WHAT THE EXERCISE ASKS
Take the entries below and print, exactly, the stretch from the line containing "temporary folders of" through the line containing "m = pattern.match(p.name)", both included.

DATA IN THIS EXERCISE

def record_previous(cmp: Comparison, out_dir: str | Path, force: bool = True) -> Path:
    """Write the comparison page into a record folder and link it from its index.

    Parameters
    ----------
    cmp : Comparison
        The previous revision (old) against the recorded one (new).
    out_dir : str or Path
        The record folder holding ``index.html``.
    force : bool
        Replace an existing comparison page of the same two revisions.
    """
    out = Path(out_dir)
    page = write_comparison(cmp, out / comparison_file_name(cmp), force=force)
    title = (f"{cmp.old.name} rev. {cmp.old.revision} \u2192 {cmp.new.name} rev. "
             f"{cmp.new.revision}")
    index = out / "index.html"
    if index.exists():
        add_to_index(index, [(page.name, title, cmp.verdict_text())])
    return page
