#: What may be wrong with a design folder. A cache the kit cannot use ("garbage_cache",
#: "cache_not_dict", most of "mutate_cache") makes ``history`` analyse the revision again
#: (about a minute on the demo quad): these are in SLOW_HISTORY_KINDS, run by ``make fuzz``.
QUICK_HISTORY_KINDS = ("add_invalid", "add_missing", "two_designs", "no_design",
                       "bad_revision_name", "revision_is_dir", "add_other_name", "add_directory")
SLOW_HISTORY_KINDS = ("mutate_cache", "garbage_cache", "cache_not_dict")
HISTORY_KINDS = QUICK_HISTORY_KINDS + SLOW_HISTORY_KINDS


def run_history_case(ch: Chooser, folder: Path, time_limit_s: float = 0.0,
                     kinds: Sequence[str] = QUICK_HISTORY_KINDS) -> tuple[list, Outcome]:
    """A design folder with one thing wrong in it (or a bad file to add): ``history``."""
    d = history_folder(folder)
    kind = ch.pick(kinds)
    cache = d / "revisions" / "01-A.analysis.json"
    argv = ["history", str(d)]
    if kind == "mutate_cache":
        doc = json.loads(cache.read_text(encoding="utf-8"))
        for _ in range(ch.integer(1, 3)):
            mutate_once(doc, ch)
        doc.setdefault("design", {})
        if isinstance(doc["design"], dict):
            # keep the cache valid for the file, so the mutated analysis is used
            doc["design"]["sha256"] = hashlib.sha256(
                (d / "revisions" / "01-A.toml").read_bytes()).hexdigest()
        cache.write_text(_json_text(doc), encoding="utf-8", errors="surrogatepass")
    elif kind == "garbage_cache":
        cache.write_bytes(bytes(ch.integer(0, 255) for _ in range(40)))
    elif kind == "cache_not_dict":
        cache.write_text(ch.pick(("[]", "1", "null", '"x"')), encoding="utf-8")
    elif kind in ("add_invalid", "add_other_name", "add_missing", "add_directory"):
        bad = folder / "next.toml"
        if kind == "add_invalid":
            doc, _ = mutated(ch, max_ops=2)
            bad.write_text(to_toml(doc), encoding="utf-8", errors="surrogatepass")
        elif kind == "add_other_name":
            doc = demo_documents()[0]
            doc["design"]["name"] = ch.pick(NASTY_TEXT[:6])
            doc["rotor"] = "bad"  # invalid too: nothing is analysed
            bad.write_text(to_toml(doc), encoding="utf-8")
        elif kind == "add_directory":
            bad.mkdir()
        argv += ["--add", str(bad)]
    elif kind == "two_designs":
        (d / "second.toml").write_text("x = 1\n", encoding="utf-8")
    elif kind == "no_design":
        next(d.glob("*.toml")).unlink()
    elif kind == "bad_revision_name":
        (d / "revisions" / "02-B.toml").write_text(ch.pick(("x = [", "", "\x00")),
                                                 encoding="utf-8")
    elif kind == "revision_is_dir":
        (d / "revisions" / "02-B.toml").mkdir()
    return [kind], run_argv(argv, time_limit_s)


# options ------------------------------------------------------------------------------------------


def option_cases(folder: Path) -> list[list[str]]:
    """Wrong options and arguments for every command (each must be one line, exit 2)."""
    quad = str(ROOT / "data" / "designs" / "survey_quad.toml")
    missing = str(folder / "missing.toml")
    a_dir = str(folder)
    existing = folder / "exists.json"
    existing.write_text("{}\n", encoding="utf-8")
    bad_json = folder / "bad.json"
    bad_json.write_text('{"schema": "other/1"}', encoding="utf-8")
    cases = [
        [], ["--bogus"], ["nosuchcommand"], ["check"], ["check", "--bogus", quad],
        ["check", missing], ["check", a_dir], ["check", "--json", missing],
        ["equations"], ["equations", quad, "--json"], ["equations", missing],
        ["analyze"], ["analyze", quad, quad], ["analyze", missing], ["analyze", "--strict=1", quad],
        ["sweep", quad], ["sweep", quad, "--part", "nosuch"],
        ["sweep", quad, "--part", "battery", "--points", "x"],
        ["sweep", quad, "--part", "battery", "--points", "0"],
        ["sweep", quad, "--part", "battery", "--points", "100000"],
        ["sweep", quad, "--part", "battery", "--points", "1e3"],
        ["sweep", quad, "--part", "battery", "--span-m", "nan"],
        ["sweep", quad, "--part", "battery", "--span-m", "inf"],
        ["sweep", quad, "--part", "battery", "--span-m", "1e300"],
        ["sweep", quad, "--part", "battery", "--span-m", "-1"],
        ["sweep", quad, "--part", "battery", "--span-m", "abc"],
        ["sweep", quad, "--part", "battery", "--failed", "nosuch"],
        ["sweep", quad, "--part", "battery", "--scheduler", "tcp://127.0.0.1:1"],
        ["sweep", missing, "--part", "battery"],
        ["record"], ["record", missing], ["record", quad, "--workbooks"],
        ["record", quad, "--workbooks", "nosuch", "--out", str(folder / "rec")],
        ["record", quad, "--out", str(existing)],
        ["record", quad, "--template-dir", missing, "--out", str(folder / "rec2")],
        ["record", quad, "--previous", missing, "--out", str(folder / "rec3")],
        ["record", quad, "--previous", str(bad_json), "--out", str(folder / "rec4")],
        ["compare"], ["compare", quad], ["compare", missing, quad],
        ["compare", str(bad_json), quad], ["compare", quad, quad, "--erosion", "0"],
        ["compare", quad, quad, "--erosion", "nan"], ["compare", quad, quad, "--erosion", "2"],
        ["compare", quad, quad, "--erosion", "x"], ["compare", quad, quad, "--html"],
        ["history"], ["history", missing], ["history", a_dir], ["history", quad],
        ["history", a_dir, "--add"],
        ["gains"], ["gains", missing], ["gains", quad, "--out", str(existing)],
        ["gains", quad, "--out", a_dir, "--force"],
        ["new"], ["new", str(folder / "n1")], ["new", str(folder / "n2"), "--from", missing],
        ["new", str(existing), "--from", quad],
        ["check", quad, "--json", "--expanded", "--debug"],
    ]
    return cases
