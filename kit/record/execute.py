"""Run a workbook headless: inject the design path, execute with nbclient, normalise the result.

The parameters convention is papermill's (without depending on papermill): the workbook's one
cell tagged ``parameters`` holds the defaults, and a new cell tagged ``injected-parameters`` is
inserted right after it with ``DESIGN_PATH = "<absolute path>"``.

Normalisation makes the executed notebook depend only on its inputs: execution timestamps and
kernel metadata are dropped, Python's hash seed is fixed, BokehJS model ids are the simple
integer ones (``BOKEH_SIMPLE_IDS``), and the UUIDs that Bokeh and ipywidgets still draw at
random (document ids, div ids, widget model ids) are renumbered in order of appearance. Ids
that occur in the design file's own text (a revision that is a 32-digit hex string, a serial
number that is a UUID) are kept byte for byte: :func:`design_ids` lists them and
:func:`normalise` leaves them alone.

A run stopped with SIGTERM unwinds (:func:`sigterm_unwinds`): the kernel is shut down, its
connection file (kept in the run's own temporary folder) removed, and :class:`Terminated`
raised to the caller.
"""

from __future__ import annotations

import contextlib
import copy
import json
import os
import re
import shutil
import signal
import sys
import tempfile
import threading
import tomllib
import uuid
from dataclasses import dataclass
from pathlib import Path

import nbformat

from kit import BLAS_THREAD_VARS
from kit.errors import RecordError, Terminated

PARAMETERS_TAG = "parameters"
INJECTED_TAG = "injected-parameters"
#: Name of the kernelspec written for the current interpreter when none is named.
OWN_KERNEL_NAME = "rotorbook-python"

_UUID_RE = re.compile(
    r"(?<![0-9a-fA-F])[0-9a-fA-F]{8}-[0-9a-fA-F]{4}-[0-9a-fA-F]{4}-[0-9a-fA-F]{4}-[0-9a-fA-F]{12}"
    r"(?![0-9a-fA-F])"
)
_HEX32_RE = re.compile(r"(?<![0-9a-fA-F-])[0-9a-f]{32}(?![0-9a-fA-F-])")
_ADDRESS_RE = re.compile(r" at 0x[0-9a-fA-F]{6,16}>")


@dataclass(frozen=True)
class CellFailure:
    """Where and how a workbook failed: ``cell`` is 1-based in the executed notebook."""

    ename: str
    evalue: str
    cell: int | None


def parameters_index(nb) -> int:
    """Index of the one cell tagged ``parameters``; RecordError when there is none or several."""
    found = [i for i, c in enumerate(nb.cells)
             if PARAMETERS_TAG in c.get("metadata", {}).get("tags", [])]
    if len(found) != 1:
        raise RecordError(f"a workbook needs exactly one cell tagged {PARAMETERS_TAG!r}, found "
                          f"{len(found)}")
    return found[0]


def design_path_line(path: str) -> str:
    """The Python assignment of the design path, quoted with json (a valid Python string)."""
    return f"DESIGN_PATH = {json.dumps(str(path))}"


def clear_outputs(nb):
    """A copy of ``nb`` without any stored output, execution count or widget state.

    A template's stored outputs come from another run (its demo design, an older kit): a
    record executes the template with them cleared, so that it holds only what its own run
    computed, and a cell that does not run shows nothing.
    """
    nb = copy.deepcopy(nb)
    nb.metadata.pop("widgets", None)
    for cell in nb.cells:
        if cell.cell_type == "code":
            cell.outputs = []
            cell.execution_count = None
        cell.get("metadata", {}).pop("execution", None)
    return nb


def inject_parameters(nb, design_path: Path):
    """A copy of ``nb``, outputs cleared (:func:`clear_outputs`), with the
    ``injected-parameters`` cell after the ``parameters`` cell."""
    nb = clear_outputs(nb)
    nb.cells = [c for c in nb.cells if INJECTED_TAG not in c.get("metadata", {}).get("tags", [])]
    i = parameters_index(nb)
    cell = nbformat.v4.new_code_cell(
        "# Parameters injected by `rotorbook record`\n" + design_path_line(str(design_path)),
        metadata={"tags": [INJECTED_TAG]},
    )
    cell["id"] = INJECTED_TAG
    nb.cells.insert(i + 1, cell)
    return nb


def rewrite_parameters(nb, design_path: str):
    """A copy of ``nb``, outputs cleared, whose ``parameters`` cell sets ``DESIGN_PATH`` to
    ``design_path``."""
    nb = clear_outputs(nb)
    cell = nb.cells[parameters_index(nb)]
    line = design_path_line(design_path)
    src, n = re.subn(r"(?m)^DESIGN_PATH\s*=.*$", lambda _m: line, cell.source)
    cell.source = src if n else (src.rstrip("\n") + "\n" + line).lstrip("\n")
    return nb


# -- kernel ---------------------------------------------------------------------------------------


@contextlib.contextmanager
def sigterm_unwinds():
    """While inside, SIGTERM raises :class:`Terminated` instead of ending the process at once.

    Only in the main thread and only where SIGTERM has its default action (an application
    that handles SIGTERM itself keeps its handler).
    """
    if threading.current_thread() is not threading.main_thread() \
            or signal.getsignal(signal.SIGTERM) is not signal.SIG_DFL:
        yield
        return

    def _raise(signum, frame):
        raise Terminated(f"stopped by signal {signum}")

    signal.signal(signal.SIGTERM, _raise)
    try:
        yield
    finally:
        signal.signal(signal.SIGTERM, signal.SIG_DFL)


#: Prefix of a run's temporary folder (kernelspec and kernel connection files).
_TMP_PREFIX = "rotorbook-kernel-"


def _remove_dead_runs_tmp() -> None:
    """Remove temporary folders of runs that were killed (their pid is gone)."""
    pattern = re.compile(re.escape(_TMP_PREFIX) + r"(\d+)-")
    try:
        entries = list(Path(tempfile.gettempdir()).iterdir())
    except OSError:
        return
    for p in entries:
        m = pattern.match(p.name)
        if not m or int(m.group(1)) == os.getpid():
            continue
        try:
            os.kill(int(m.group(1)), 0)
        except ProcessLookupError:
            shutil.rmtree(p, ignore_errors=True)
        except OSError:
            pass


class Kernel:
    """The kernel to run workbooks in; a context manager that owns a temporary folder.

    With ``kernel_name=None`` a kernelspec for this very interpreter (``sys.executable``) is
    written to the temporary folder, so a record always runs with the kit that made it. A named
    kernelspec must be installed (``jupyter kernelspec list``). Kernel connection files are
    written into the temporary folder too, so closing removes them whatever happened to the
    kernel; folders left by killed runs (their pid is gone) are removed when a new one opens.
    """

    def __init__(self, kernel_name: str | None = None):
        from jupyter_client.kernelspec import KernelSpecManager, NoSuchKernel

        _remove_dead_runs_tmp()
        self._tmp: tempfile.TemporaryDirectory | None = tempfile.TemporaryDirectory(
            prefix=f"{_TMP_PREFIX}{os.getpid()}-")
        self.runtime_dir = self._tmp.name
        if kernel_name is None:
            spec_dir = Path(self._tmp.name) / OWN_KERNEL_NAME
            spec_dir.mkdir()
            (spec_dir / "kernel.json").write_text(json.dumps({
                # log level ERROR: the kernel's start-up notices (e.g. that it talks over TCP
                # on the loopback without encryption) are not the record's business
                "argv": [sys.executable, "-m", "ipykernel_launcher", "-f", "{connection_file}",
                         "--IPKernelApp.log_level=ERROR"],
                "display_name": "Python (rotorbook record)",
                "language": "python",
            }), encoding="utf-8")
            self.ksm = KernelSpecManager(kernel_dirs=[self._tmp.name])
            self.name = OWN_KERNEL_NAME
        else:
            self.ksm = KernelSpecManager()
            self.name = kernel_name
        try:
            self.ksm.get_kernel_spec(self.name)
        except NoSuchKernel:
            known = ", ".join(sorted(self.ksm.find_kernel_specs())) or "none"
            self.close()
            raise RecordError(f"kernel {kernel_name!r} is not installed -> one of: {known} "
                              "(or leave it out to use this Python)") from None

    def manager_class(self):
        """A kernel manager class that finds kernelspecs where this object looks and writes
        connection files into this object's temporary folder.

        nbclient then creates, owns and shuts down the kernel and its channels itself.
        """
        from jupyter_client.manager import AsyncKernelManager
        from traitlets import default

        ksm = self.ksm
        runtime_dir = self.runtime_dir

        class _Manager(AsyncKernelManager):
            @default("kernel_spec_manager")
            def _kernel_spec_manager_default(self):
                return ksm

            @default("connection_file")
            def _connection_file_default(self):
                return os.path.join(runtime_dir, f"kernel-{uuid.uuid4()}.json")

        return _Manager

    def close(self) -> None:
        if self._tmp is not None:
            self._tmp.cleanup()
            self._tmp = None

    def __enter__(self):
        return self

    def __exit__(self, *exc):
        self.close()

REPLY
    """Remove temporary folders of runs that were killed (their pid is gone)."""
    pattern = re.compile(re.escape(_TMP_PREFIX) + r"(\d+)-")
    try:
        entries = list(Path(tempfile.gettempdir()).iterdir())
    except OSError:
        return
    for p in entries:
        m = pattern.match(p.name)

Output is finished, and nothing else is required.